A. Proximity plot of the RF model discriminating sever from critical COVID-19 patients. The ellipse shows confidence intervals B. ROC analyses showing the prediction ability of the model. AUC: Area under the curve. C. Top 15 metabolites that are important predictors for critical COVID-19 patients as revealed by RF model. The metabolites are color-grouped by their class and are ranked descending by their mean decrease in accuracy (the higher the mean decrease in accuracy the more important the metabolite). D. Volcano plot showing the results of the univariate analyses. The figure depicts the relationship between log2FC value of each metabolite (x-axis) against its -log10FDR (y-axis). Red and blue dots refer to metabolites that are significant up and down regulated, respectively. Non-significant DE metabolites are shown as grey dots (-log10 adj. p value <1.3). The metabolite class are shape-coded. The dashed horizontal line refers to the value of 1.3, the -log10 for a 0.05 FDR. The vertical dashed lines refer to the cutoff that equates a log2fold change value of |1.5|.

Fig 5. Random forest classification model predicting the classification of different COVID-19 outcomes.

A. Proximity plot of the RF model discriminating survived from dead COVID-19 patients. The ellipse shows confidence intervals and each dot refers to one patient. B. ROC analyses showing the prediction ability of the RF model. AUC: Area under the curve.

Fig 6. Differences in levels of key metabolites in patients with only critical COVID-19 infection and those with the infection with critical COVID-19 superimposed with other comorbidities.
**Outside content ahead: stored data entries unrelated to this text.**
package main

import (
	"flag"
	"regexp"
	"strings"
	"time"
)

// rpcPrefix matches the transport prefix grpc-go puts before a status
// message ("rpc error: code = NotFound desc = ").
var rpcPrefix = regexp.MustCompile(`rpc error: code = ([A-Za-z]+) desc = `)

// dialError matches grpc-go's text for a gateway that could not be reached.
var dialError = regexp.MustCompile(`connection error: desc = "transport: (?:Error while dialing: )?([^"]*)"`)

// errorText is the one sentence a command prints for a failure: the gRPC
// transport prefix is dropped and only the status code's name kept
// ("NotFound: device_id: ..."; the gateway's own message names the field and
// the reason), and a word repeated across a ": " join by two layers of
// wrapping ("calibration: calibration \"x\" not found") is said once. Every
// command's error goes through it (see run in main.go).
func errorText(err error) string {
	s := rpcPrefix.ReplaceAllString(err.Error(), "$1: ")
	s = dialError.ReplaceAllString(s, "cannot connect: $1")
	parts := strings.Split(s, ": ")
	out := parts[:0]
	for i, p := range parts {
		if i+1 < len(parts) {
			next := parts[i+1]
			w := strings.TrimSpace(p)
			if w != "" && !strings.ContainsAny(w, " \t") &&
				(next == w || strings.HasPrefix(next, w+" ")) {
				continue // "calibration: calibration x" -> "calibration x"
			}
		}
		out = append(out, p)
	}
	return strings.Join(out, ": ")
}

// flagFormat says what a flag of each kind wants, for a parse error.
func flagFormat(v flag.Value) string {
	g, ok := v.(flag.Getter)
	if !ok {
		return ""
	}
	switch g.Get().(type) {
	case time.Duration:
		return "a duration such as 90s, 5m or 1h30m"
	case bool:
		return "true or false"
	case int, int64:
		return "a whole number"
	case uint, uint64:
		return "a whole number, 0 or more"
	case float64:
		return "a number such as 2.5"
	}
	return ""
}

// flagParseError matches the flag package's message for a bad value.
var flagParseError = regexp.MustCompile(`^invalid value "(.*)" for flag -([^:]+): (.*)$`)

// flagError rewrites the flag package's error for a bad value ("invalid
// value "abc" for flag -duration: parse error") to one that names the flag
// and the expected format.
func flagError(fs *flag.FlagSet, err error) error {
	m := flagParseError.FindStringSubmatch(err.Error())
	if m == nil {
		return usageError{err.Error()}
	}
	fl := fs.Lookup(m[2])
	if fl == nil {
		return usageError{err.Error()}
	}
	if want := flagFormat(fl.Value); want != "" {
		return usagef("--%s %q: want %s", m[2], m[1], want)
	}
	return usagef("--%s %q: %s", m[2], m[1], m[3])
}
DM: Diabetes, HT: Hypertension.

Fig 7. Support vector machine models built using important metabolites in panel 3 (those that best discriminate severe from critical covid-19 cases) together with normalized counts of 17 blood indices.

A. Various predictive accuracies as determined by support vector machine models using feature combination (from 2–20). B. ROC curves showing the predictive ability of different support vector machine models of feature combination. Var. refers to different combination. AUC: Area under the curve. CI: Confidence intervals.